U.N. panel head sees wiggle room for global climate deal
NEW DELHI (Reuters) - Despite fears of failure facing global climate change negotiations in December, the U.N. climate panel chief said Wednesday it was still possible to agree a pact, including levels of emission cuts by rich nations.
Talks for a treaty to succeed the Kyoto Protocol, which obliges 37 rich nations to cut emissions by an average of 5 percent below 1990 levels by 2008-12, are deadlocked on the question of cuts to be taken by rich and poorer countries.
Developed nations will also have to come up with billions of dollars in climate aid and green technologies for the poor.
"The wiggle room is there even at the stroke of midnight when the conference is ending," said Rajendra Pachauri, chairman of the U.N.'s Intergovernmental Panel on Climate Change.
"Now I am not saying that's a very healthy development and that probably involves a lot of compromises that may or may not be the best possible."

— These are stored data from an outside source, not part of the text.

"""Back-calculating Manning's n where a discharge was measured.

An observation (reach, chainage or point, stage or depth, discharge) is matched
to the nearest transect of its reach. With the overbank n held at its value,
the channel n that makes the divided-channel Manning discharge equal the
measured one has a closed form (Manning's equation solved for n, Chow 1959,
Eq. 5-6, applied to the channel subsection of the divided-channel method,
Chow 1959, §6-9)::

    n_ch = A_ch R_ch^(2/3) S^(1/2) / (Q - S^(1/2) (K_left + K_right))

For an in-bank flow the overbank conveyances are zero and this is the plain
inverse of Manning's equation. The calibrated n of a reach is the median of its
observations' n.
"""

from __future__ import annotations

import numpy as np
import pandas as pd

from reachgauge import manning
from reachgauge.kernel import sections as K


def match_transects(obs: pd.DataFrame, chainage: np.ndarray, lines=None) -> np.ndarray:
    """Index of the transect nearest each observation: by chainage where given,
    else by distance from the point (x, y) to the transect ``lines``."""
    idx = np.full(len(obs), -1)
    ch = obs["chainage"].to_numpy(float)
    has = np.isfinite(ch)
    if has.any() and len(chainage):
        idx[has] = np.abs(chainage[None, :] - ch[has, None]).argmin(axis=1)
    if (~has).any() and lines is not None and len(lines):
        import shapely

        pts = shapely.points(obs.loc[~has, "x"].to_numpy(float), obs.loc[~has, "y"].to_numpy(float))
        d = shapely.distance(pts[:, None], np.asarray(lines, dtype=object)[None, :])
        idx[~has] = d.argmin(axis=1)
    return idx


def back_calculate(p: K.Profiles, index: np.ndarray, stage: np.ndarray, discharge: np.ndarray,
                   slope: np.ndarray, n_overbank: np.ndarray, banks: np.ndarray) -> np.ndarray:
    """Channel n at each observation (NaN where the overbanks alone carry the
    measured discharge, the stage is dry, or no transect matched).

    ``index`` (k,) selects the transect of each observation, ``stage`` and
    ``discharge`` (k,) are the measurements (m, m³/s); ``slope`` (t,),
    ``n_overbank`` (t, 2: left, right) and ``banks`` (t, 2) are per transect.
    """
    index = np.asarray(index, dtype=int)
    out = np.full(index.size, np.nan)
    use = (index >= 0)
    use[use] &= p.valid[index[use]]
    if not use.any():
        return out
    rows = index[use]
    sub = p.take(rows)
    pt = K.parts(sub, K.wet(sub, np.asarray(stage, dtype=float)[use]), np.asarray(banks)[rows])
    area = pt.area[:, :, 0]
    r = pt.hydraulic_radius[:, :, 0]
    sq = np.sqrt(np.asarray(slope, dtype=float)[rows])
    nob = np.asarray(n_overbank, dtype=float)[rows]
    k_over = (manning.conveyance(area[0], r[0], nob[:, 0])
              + manning.conveyance(area[2], r[2], nob[:, 1]))
    rest = np.asarray(discharge, dtype=float)[use] - sq * k_over
    a_ch, r_ch = area[1], r[1]
    ok = (a_ch > 0) & (rest > 0)
    with np.errstate(divide="ignore", invalid="ignore"):
        n = np.where(ok, a_ch * np.power(r_ch, 2.0 / 3.0) * sq / np.where(ok, rest, 1.0), np.nan)
    out[use] = n
    return out
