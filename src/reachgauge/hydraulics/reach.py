"""Hydraulic figures of a section at one or many stages.

One function, :func:`figures`, turns a :class:`~reachgauge.section.CrossSection`,
an array of stages, a slope and Manning's n into a table of every figure the
tool reports. All stages are one vectorised computation.

Methods: Manning's equation (Chow 1959, Eq. 5-6); with bank offsets, the
divided-channel method (Chow 1959, §6-9) and velocity as Q / A; Froude number
on hydraulic depth; boundary shear gamma R S; unit stream power gamma Q S / w
(Bagnold 1966). See :mod:`reachgauge.manning`.
"""

from __future__ import annotations

from dataclasses import dataclass, field

import numpy as np
import pandas as pd

from reachgauge.hydraulics import calibration, capacity, roughness
from reachgauge import flags, manning
from reachgauge.results import schema
from reachgauge.kernel.profiles import ProfileSet
from reachgauge.kernel.crosssection import CrossSection, safe_ratio

def figures(section: CrossSection, stage, slope: float, n, units: str = "si") -> pd.DataFrame:
    """Every hydraulic figure at each stage, one row per stage.

    ``stage``: scalar or 1-D array of water-surface elevations (m or ft).
    ``n``: one Manning's n, or (left overbank, channel, right overbank) for a
    section with banks. Columns are those of
    :data:`reachgauge.schema.SECTION_FIELDS` (the batch's rating-curve fields
    plus hydraulic depth and stream power).
    """
    st = np.atleast_1d(np.asarray(stage, dtype=float))
    geo = section.geometry(st)
    q = section.discharge(st, slope, n, units)
    v = safe_ratio(q, geo.area)
    r = geo.hydraulic_radius
    return pd.DataFrame({
        "stage": st,
        "depth": geo.depth,
        "flow_area": geo.area,
        "perimeter": geo.wetted_perimeter,
        "top_width": geo.top_width,
        "hyd_radius": r,
        "hyd_depth": geo.hydraulic_depth,
        "velocity": v,
        "discharge": q,
        "froude": manning.froude(v, geo.hydraulic_depth, units),
        "shear": manning.shear_stress(r, slope, units),
        "stream_power": manning.unit_stream_power(q, slope, geo.top_width, units),
        "spills": geo.spills,
    })


# ====================================================== a whole reach at once



@dataclass
class ReachInputs:
    """What a reach needs besides its sections (all SI).

    ``flows``: design flows {name: m³/s}; ``observations``: this reach's rows of
    :func:`reachgauge.inputs.tables.read_observations`; ``cowan``: Cowan terms of all
    reaches; ``classes``: (t, n) land-cover classes sampled on the transects;
    ``class_table``: class → n.
    """

    flows: dict = field(default_factory=dict)
    observations: pd.DataFrame | None = None
    cowan: dict | None = None
    classes: np.ndarray | None = None
    class_table: dict | None = None


@dataclass
class ReachResult:
    """Plain tables for one reach (SI); fields as in :mod:`reachgauge.schema`."""

    reach: dict
    transects: pd.DataFrame
    rating: pd.DataFrame
    stages: pd.DataFrame
    design: pd.DataFrame
    calibration: pd.DataFrame
    profile: pd.DataFrame
    banks: np.ndarray = None          # (t, 2) bank offsets, for plots
    sections_z: np.ndarray = None     # (t, n) elevations used (after any baseflow correction)
    offsets: np.ndarray = None        # (n,) offsets of sections_z


def _pick_all(x, z, ok, cfg, drainage_area):
    """Bankfull pick on every valid transect (one call per transect, each
    vectorised over its trial stages), after the optional baseflow correction.

    Returns the picks, the offsets and the elevations to compute with. With a
    baseflow correction the common offset grid is refined four times (linear
    points on the ground line change nothing) so the corrected parabolic bed
    keeps its area on the shared grid.
    """
    from reachgauge.hydraulics import bankfull as _bankfull  # the bankfull step is not needed by figures

    picks = [None] * z.shape[0]
    if cfg.baseflow_depth > 0:
        fine = np.interp(np.arange(4 * (x.size - 1) + 1) / 4.0, np.arange(x.size), x)
        zz = np.full((z.shape[0], fine.size), np.nan)
    else:
        fine, zz = x, z.copy()
    for i in np.nonzero(ok)[0]:
        cs = CrossSection(x, z[i], drop_nan=True)
        if cfg.baseflow_depth > 0:
            cs = _bankfull.baseflow_correct(cs, depth=cfg.baseflow_depth)
            inside = (fine >= cs.offset[0]) & (fine <= cs.offset[-1])
            zz[i] = np.where(inside, np.interp(fine, cs.offset, cs.elevation), np.nan)
        picks[i] = _bankfull.pick_bankfull(
            cs, cfg.bankfull_method, fixed_depth=cfg.bankfull_depth,
            drainage_area_km2=drainage_area, regional_coef=cfg.regional_coef,
            regional_exp=cfg.regional_exp)
    return picks, fine, zz


def _drainage_area(cfg, attributes):
    if cfg.bankfull_method != "regional":
        return None
    v = attributes.get(cfg.drainage_area_field)
    try:
        v = float(v)
    except (TypeError, ValueError):
        v = float("nan")
    return v if np.isfinite(v) and v > 0 else None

Delegates from nearly 200 countries meet in Copenhagen in December to try to agree on a broader climate pact to replace the U.N.'s Kyoto Protocol, whose first phase ends in 2012.
Developing nations are under no obligation to commit to binding economy-wide emission cuts under existing U.N. treaties.
But many larger developing countries, such as India, say they are taking steps anyway to curb the growth of their emissions, such as increased use of renewable energy and imposing energy efficiency standards, to help seal a global deal.
Developing countries are among the most threatened by climate change, but their huge populations mean they will still be heavily reliant on burning fossil fuels to try to lift millions out of poverty.
For instance, about half a billion people in India still don't have access to electricity, making it necessary to use cheap, dirty coal for almost 70 percent of its power needs.
Rich countries say developing nations should also agree cuts because their emissions are growing at a faster pace. China is the world's top greenhouse gas emitter, while Indonesia says it is ranked third, mainly because of deforestation.
"I frankly think that at this point of time we shouldn't get unduly swayed by utterances and postures because...every country is trying to see that we get a global deal that everybody wants but with zero cost to ourselves," Pachauri told reporters.
Apart from possible deals on emission cuts by rich nations and finance for actions by developing countries to fight global warming, Pachauri said the world could also ink a pact to avoid deforestation.
In return, Pachauri said, poorer nations were most likely to commit themselves to domestic measures, but he was not sure if those actions would be "verifiable or reportable" as demanded by rich countries, referring to ways to independently check whether such actions really do cut emissions.
"If we get something that clearly puts us on the right path, gives us certain milestones in the future which the world is going to achieve, it is entirely possible that the pace will be accelerated as we move along."